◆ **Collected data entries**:
= Beginning of Section =

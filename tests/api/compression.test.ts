/**
 * The server compresses what compresses well (pages, scripts, JSON) in the encoding the client
 * asks for, and leaves the rest as it is. Read with node:http so the bytes on the wire are seen.
 */
import http from 'node:http';
import { brotliDecompressSync, gunzipSync } from 'node:zlib';
import { describe, expect, it } from 'vitest';
import { stack } from '../support/stack';

interface Raw {
  status: number;
  headers: http.IncomingHttpHeaders;
  body: Buffer;
}

function rawRequest(path: string, { method = 'GET', acceptEncoding, body }: { method?: string; acceptEncoding?: string; body?: string } = {}): Promise<Raw> {
  const url = new URL(path, stack.appUrl);
  return new Promise((resolve, reject) => {
    const req = http.request(
      url,
      {
        method,
        headers: {
          ...(acceptEncoding ? { 'accept-encoding': acceptEncoding } : {}),
          ...(body ? { 'content-type': 'application/json', origin: stack.appUrl, 'content-length': Buffer.byteLength(body) } : {}),
        },
      },
      (res) => {
        const chunks: Buffer[] = [];
        res.on('data', (chunk: Buffer) => chunks.push(chunk));
        res.on('end', () => resolve({ status: res.statusCode ?? 0, headers: res.headers, body: Buffer.concat(chunks) }));
        res.on('error', reject);
      },
    );
    req.on('error', reject);
    req.end(body);
  });
}

/** A 30-run plant of the invented Harrow Vale Creamery. */
function plantOfThirtyRuns(): string {
  const services = ['steam', 'hot-water', 'glycol', 'condensate-return'] as const;
  return JSON.stringify({
    market: 'US',
    energy: { fuel: 'natural-gas', price: 1.35, priceUnit: 'therm', currency: 'USD' },
    runs: Array.from({ length: 30 }, (_, i) => ({
      id: `run-${i + 1}`,
      label: `Line ${i + 1}`,
      service: services[i % services.length],
      pipe: { standard: 'ASME-B36.10M', size: ['1', '2', '3', '4'][i % 4] },
      lengthM: 10 + (i % 7) * 6,
    })),
  });
}

describe('compressed answers', () => {
  it('a page goes brotli-compressed to a browser that accepts it, and reads the same as uncompressed', async () => {
    const plain = await rawRequest('/estimate');
    const compressed = await rawRequest('/estimate', { acceptEncoding: 'gzip, deflate, br' });
    expect(plain.status).toBe(200);
    expect(plain.headers['content-encoding']).toBeUndefined();
    expect(compressed.headers['content-encoding']).toBe('br');
    expect(compressed.headers.vary).toMatch(/accept-encoding/i);
    expect(brotliDecompressSync(compressed.body).toString('utf8')).toBe(plain.body.toString('utf8'));
    expect(compressed.body.length).toBeLessThan(plain.body.length / 2);
  });

  it('a script of the site goes gzip-compressed to a client that asks only for gzip', async () => {
    const page = (await rawRequest('/estimate')).body.toString('utf8');
    // React's renderer: a script well over the size below which nothing is compressed.
    const script = /renderer-url="(\/_astro\/[^"]+\.js)"/.exec(page)?.[1];
    expect(script).toBeDefined();
    const plain = await rawRequest(script!);
    expect(plain.body.length).toBeGreaterThan(10_000);
    const gz = await rawRequest(script!, { acceptEncoding: 'gzip' });
    expect(gz.headers['content-encoding']).toBe('gzip');
    expect(gunzipSync(gz.body).equals(plain.body)).toBe(true);
  });

  it('the estimate answer for 30 runs goes compressed, at a fraction of its raw size', async () => {
    const body = plantOfThirtyRuns();
    const plain = await rawRequest('/api/estimate', { method: 'POST', body });
    const gz = await rawRequest('/api/estimate', { method: 'POST', body, acceptEncoding: 'gzip' });
    const br = await rawRequest('/api/estimate', { method: 'POST', body, acceptEncoding: 'br' });
    expect(plain.status).toBe(200);
    expect(gz.status).toBe(200);
    expect(gz.headers['content-encoding']).toBe('gzip');
    expect(br.headers['content-encoding']).toBe('br');
    expect(JSON.parse(gunzipSync(gz.body).toString('utf8'))).toEqual(JSON.parse(plain.body.toString('utf8')));
    expect(JSON.parse(brotliDecompressSync(br.body).toString('utf8'))).toEqual(JSON.parse(plain.body.toString('utf8')));
    expect(gz.body.length).toBeLessThan(plain.body.length / 4);
    expect(br.body.length).toBeLessThan(gz.body.length);
  });

  it('a font, already compressed, goes as it is', async () => {
    const css = (await rawRequest('/estimate')).body.toString('utf8');
    const stylesheet = /href="(\/_astro\/[^"]+\.css)"/.exec(css)?.[1];
    expect(stylesheet).toBeDefined();
    const font = /url\((\/_astro\/[^)]+\.woff2)\)/.exec((await rawRequest(stylesheet!)).body.toString('utf8'))?.[1];
    expect(font).toBeDefined();
    const answer = await rawRequest(font!, { acceptEncoding: 'gzip, br' });
    expect(answer.status).toBe(200);
    expect(answer.headers['content-encoding']).toBeUndefined();
  });
});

= End of Section =

◆ **EXERCISE**: Every entry, written out exactly, is what the response should contain.

◆ **SOLUTION BELOW**:
filename tests/api/compression.test.ts
/**
 * The server compresses what compresses well (pages, scripts, JSON) in the encoding the client
 * asks for, and leaves the rest as it is. Read with node:http so the bytes on the wire are seen.
 */
import http from 'node:http';
import { brotliDecompressSync, gunzipSync } from 'node:zlib';
import { describe, expect, it } from 'vitest';
import { stack } from '../support/stack';

interface Raw {
  status: number;
  headers: http.IncomingHttpHeaders;
  body: Buffer;
}

function rawRequest(path: string, { method = 'GET', acceptEncoding, body }: { method?: string; acceptEncoding?: string; body?: string } = {}): Promise<Raw> {
  const url = new URL(path, stack.appUrl);
  return new Promise((resolve, reject) => {
    const req = http.request(
      url,
      {
        method,
        headers: {
          ...(acceptEncoding ? { 'accept-encoding': acceptEncoding } : {}),
          ...(body ? { 'content-type': 'application/json', origin: stack.appUrl, 'content-length': Buffer.byteLength(body) } : {}),
        },
      },
      (res) => {
        const chunks: Buffer[] = [];
        res.on('data', (chunk: Buffer) => chunks.push(chunk));
        res.on('end', () => resolve({ status: res.statusCode ?? 0, headers: res.headers, body: Buffer.concat(chunks) }));
        res.on('error', reject);
      },
    );
    req.on('error', reject);
    req.end(body);
  });
}

/** A 30-run plant of the invented Harrow Vale Creamery. */
function plantOfThirtyRuns(): string {
  const services = ['steam', 'hot-water', 'glycol', 'condensate-return'] as const;
  return JSON.stringify({
    market: 'US',
    energy: { fuel: 'natural-gas', price: 1.35, priceUnit: 'therm', currency: 'USD' },
    runs: Array.from({ length: 30 }, (_, i) => ({
      id: `run-${i + 1}`,
      label: `Line ${i + 1}`,
      service: services[i % services.length],
      pipe: { standard: 'ASME-B36.10M', size: ['1', '2', '3', '4'][i % 4] },
      lengthM: 10 + (i % 7) * 6,
    })),
  });
}

describe('compressed answers', () => {
  it('a page goes brotli-compressed to a browser that accepts it, and reads the same as uncompressed', async () => {
    const plain = await rawRequest('/estimate');
    const compressed = await rawRequest('/estimate', { acceptEncoding: 'gzip, deflate, br' });
    expect(plain.status).toBe(200);
    expect(plain.headers['content-encoding']).toBeUndefined();
    expect(compressed.headers['content-encoding']).toBe('br');
    expect(compressed.headers.vary).toMatch(/accept-encoding/i);
    expect(brotliDecompressSync(compressed.body).toString('utf8')).toBe(plain.body.toString('utf8'));
    expect(compressed.body.length).toBeLessThan(plain.body.length / 2);
  });

  it('a script of the site goes gzip-compressed to a client that asks only for gzip', async () => {
    const page = (await rawRequest('/estimate')).body.toString('utf8');
    // React's renderer: a script well over the size below which nothing is compressed.
    const script = /renderer-url="(\/_astro\/[^"]+\.js)"/.exec(page)?.[1];
    expect(script).toBeDefined();
    const plain = await rawRequest(script!);
    expect(plain.body.length).toBeGreaterThan(10_000);
    const gz = await rawRequest(script!, { acceptEncoding: 'gzip' });
    expect(gz.headers['content-encoding']).toBe('gzip');
    expect(gunzipSync(gz.body).equals(plain.body)).toBe(true);
  });

  it('the estimate answer for 30 runs goes compressed, at a fraction of its raw size', async () => {
    const body = plantOfThirtyRuns();
    const plain = await rawRequest('/api/estimate', { method: 'POST', body });
    const gz = await rawRequest('/api/estimate', { method: 'POST', body, acceptEncoding: 'gzip' });
    const br = await rawRequest('/api/estimate', { method: 'POST', body, acceptEncoding: 'br' });
    expect(plain.status).toBe(200);
    expect(gz.status).toBe(200);
    expect(gz.headers['content-encoding']).toBe('gzip');
    expect(br.headers['content-encoding']).toBe('br');
    expect(JSON.parse(gunzipSync(gz.body).toString('utf8'))).toEqual(JSON.parse(plain.body.toString('utf8')));
    expect(JSON.parse(brotliDecompressSync(br.body).toString('utf8'))).toEqual(JSON.parse(plain.body.toString('utf8')));
    expect(gz.body.length).toBeLessThan(plain.body.length / 4);
    expect(br.body.length).toBeLessThan(gz.body.length);
  });

  it('a font, already compressed, goes as it is', async () => {
    const css = (await rawRequest('/estimate')).body.toString('utf8');
    const stylesheet = /href="(\/_astro\/[^"]+\.css)"/.exec(css)?.[1];
    expect(stylesheet).toBeDefined();
    const font = /url\((\/_astro\/[^)]+\.woff2)\)/.exec((await rawRequest(stylesheet!)).body.toString('utf8'))?.[1];
    expect(font).toBeDefined();
    const answer = await rawRequest(font!, { acceptEncoding: 'gzip, br' });
    expect(answer.status).toBe(200);
    expect(answer.headers['content-encoding']).toBeUndefined();
  });
});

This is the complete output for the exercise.